A candidatura de Dilma Rousseff é uma aposta pessoal de Lula. Dilma nunca foi a candidata do PT, mas o partido aceitou porque também foi “engolido” por Lula, e nome “forte” do partido, José Dirceu, perdeu-se nos meandros do poder de Brasília. Dilma, antes de aportar no PT, passou pelo PDT, partido que rivalizou historicamente com o PT, mas que com a morte de Brizola perdeu força política. Nesse sentido, poder-se-ia afirmar que a candidatura de Dilma é uma ruptura com a própria história do PT, uma ruptura com o seu programa radical transformador.

É nesse sentido que pode ser interpretada a proposta de Chico de Oliveira que “convoca” Lula a um projeto de corte getulista, transformador, não mais de cima para baixo, mas de baixo para cima, e sugere que o PT volte a ser essa força aglutinadora: “Reinventar o PT; um PT com a ousadia de um Kubitschek e de um Vargas; para fazer por baixo o que eles tentaram e fizeram por cima; um arranque do desenvolvimento induzido pela base social para mudar a economia e a sociedade”.

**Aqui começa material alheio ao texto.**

import { operatingPositionFieldsSchema, siteFieldsSchema, type CollectionFields } from '../../../shared/schemas';
import { checkWith, type FormCheck } from './field-errors';

/* Operating positions (where the tents and generator go) and the site's own notes. */

export type PositionFields = CollectionFields<'operatingPositions'>;
export type PositionDraft = { label: string; lat: number | null; lon: number | null; notes: string };

export function checkPosition(draft: PositionDraft, siteId: string): FormCheck<PositionFields> {
  const errors: Record<string, string> = {};
  if (draft.lat === null || draft.lon === null) errors.lat = errors.lon = 'Place it: use where you stand, or give distance and bearing';
  return checkWith(operatingPositionFieldsSchema, { siteId, label: draft.label, lat: draft.lat ?? Number.NaN, lon: draft.lon ?? Number.NaN, notes: draft.notes }, errors, []);
}

const siteNotesSchema = siteFieldsSchema.pick({ accessNotes: true, rules: true, notes: true });
export type SiteNotesFields = { accessNotes: string; rules: string; notes: string };

/** Rules that change what the crew may do get a reminder, so nobody packs stakes for a no-stakes park. */
const RULE_WORDS: { pattern: RegExp; reminder: string }[] = [
  { pattern: /no\s+stakes?|no\s+digging|no\s+ground\s+(pins?|anchors?)/i, reminder: 'No stakes: guy masts to weights (sandbags, water jugs) or to trees with slings.' },
  { pattern: /no\s+(launchers?|slingshots?|pneumatic|air\s+cannons?)/i, reminder: 'No launchers: lines go up by hand throw or throw-bag only.' },
  { pattern: /no\s+(climbing|tree\s+climbing)/i, reminder: 'No climbing: attachment heights must be reachable from the ground.' },
  { pattern: /no\s+(generators?|gas|petrol|fuel)/i, reminder: 'No generators: plan batteries for the operating positions.' },
];

export function checkSiteNotes(draft: SiteNotesFields): FormCheck<SiteNotesFields> & { reminders: string[] } {
  const reminders = RULE_WORDS.filter((r) => r.pattern.test(draft.rules)).map((r) => r.reminder);
  return { ...checkWith(siteNotesSchema, draft, {}, []), reminders };
}
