import { useState } from 'react';
import { View } from 'react-native';
import { Button, TextField, Txt } from '@/components/ui';
import { spacing } from '@/constants/theme';
import { useRecordSave } from '@/hooks/survey/use-record-save';
import type { PositionState } from '@/hooks/survey/use-position';
import type { OperatingPosition } from '@/shared/schemas';
import { PlacementPicker, type Placement } from '../placement/placement-picker';
import { FormFooter } from './form-footer';
import { checkPosition } from './site-form-logic';

/** Where the tents, tables and generator can go: each station's coax runs from here. */
export function PositionForm({ siteId, position, existing, onDone }: { siteId: string; position: PositionState; existing?: OperatingPosition; onDone: (id: string | null) => void }) {
  const { busy, saveError, run, upsert, append } = useRecordSave();
  const [label, setLabel] = useState(existing?.label ?? '');
  const [notes, setNotes] = useState(existing?.notes ?? '');
  const [moving, setMoving] = useState(!existing);
  const [placement, setPlacement] = useState<Placement | null>(null);
  const lat = moving ? placement?.lat ?? null : existing!.lat;
  const lon = moving ? placement?.lon ?? null : existing!.lon;
  const check = checkPosition({ label, lat, lon, notes }, siteId);

  const save = () => run(async () => {
    if (!check.fields) return;
    const id = await upsert('operatingPositions', existing, check.fields, check.fields.label);
    if (moving && placement) {
      await append('measurements', { siteId, subjectCollection: 'operatingPositions', subjectId: id, kind: 'gps-fix', method: placement.measurement.method, inputs: placement.measurement.inputs, valueM: placement.measurement.valueM, takenAt: new Date().toISOString(), takenBy: null });
    }
    onDone(id);
  });

  return (
    <View testID="position-form">
      <Txt variant="title" style={{ marginBottom: spacing.m }}>{existing ? `Edit ${existing.label}` : 'New operating position'}</Txt>
      <TextField label="Label" testID="position-label" value={label} onChangeText={setLabel} error={label ? check.errors.label : undefined} hint="For example “Tent A, by the shelter”" />
      {moving ? (
        <PlacementPicker position={position} value={placement} onChange={setPlacement} testID="position-place" what="the operating position" />
      ) : (
        <View style={{ marginBottom: spacing.l }}><Button label="Move it" testID="position-move" variant="secondary" compact onPress={() => setMoving(true)} /></View>
      )}
      <TextField label="Notes" testID="position-notes" multiline value={notes} onChangeText={setNotes} error={check.errors.notes} hint="Flat ground? Shade? Room for the generator downwind?" />
      <FormFooter testID="position" questions={check.questions} blockers={Object.values(check.errors)} saveError={saveError} canSave={!!check.fields && !busy} busy={busy} onSave={save} onCancel={() => onDone(null)} />
    </View>
  );
}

A propósito da proposta de Chico de Oliveira, Maria Inês Nassif comenta: “O sociólogo Francisco de Oliveira, um dos primeiros quadros intelectuais a criticar os rumos que o partido tomou no poder, deu uma entrevista dando centralidade ao PT como operador do que considerou um ‘aggiornamento histórico do desenvolvimento’. Poderia exercer esse papel porque ‘é quem dispõe de massa e liderança, enquanto os demais agrupamentos socialistas constituiriam a ponta de lança instigadora do processo’. O singular em sua análise é que, na hipótese de assumir o comando de um processo de desenvolvimento nacional – a exemplo do que Getúlio Vargas fez em 1930 – contariam a seu favor as deficiências que, no passado, levaram o próprio Oliveira a afastar-se dele”.

Politicamente, todavia, diz ela, “o PT teria que passar por mudanças radicais para cumprir um papel histórico semelhante ao exercido por Vargas. Nos arranjos internos pós-crise do mensalão, prevaleceram grupos e pessoas com domínio sobre a máquina. As negociações internas, em especial no PT paulista – que tem um grande peso nacional -, fortaleceram-se grupos muito mais afinados com a política tradicional do que ideologicamente comprometidos com o programa partidário. A luta pelo poder interno tem inibido lideranças novas, e no vácuo as antigas, a quem se atribui a cultura da máquina de fazer votos, vêm ampliando o seu poder”.

Para Maria Inês Nassif, “não têm hegemonia, hoje, intelectuais orgânicos com liderança e capacidade de formulação para transformar o PT em algo mais do que um projeto de poder – num projeto de partido que tem liderança e substância para executar um projeto de grande mudança para o país”.

Em síntese, para a comentarista política, a proposta de Chico de Oliveira é fadada ao fracasso. De qualquer forma, em época de acomodação generalizada da esquerda, mesmo diante da crise, as “provocações” do sociólogo Francisco de Oliveira para que Lula se torne um Getúlio, são sugestivas. A análise de Chico de Oliveira torna-se mais complexa quando cotejada com a interpretação de Werneck Vianna, para quem Lula, já é um Getúlio e incorporou o seu modus operandi que o transformou, assim como Getúlio, num conciliador de classes, esvaziando a política. Nessa perspectiva a proposta de um novo projeto que recupere a sua radicalidade transformadora hegemonizado pelo PT, como propõe Chico de Oliveira perde força.

(Ecodebate, 21/02/2009) publicado pelo IHU On-line, 20/02/2009 [IHU On-line é publicado pelo Instituto Humanitas Unisinos – IHU, da Universidade do Vale do Rio dos Sinos – Unisinos, em São Leopoldo, RS.]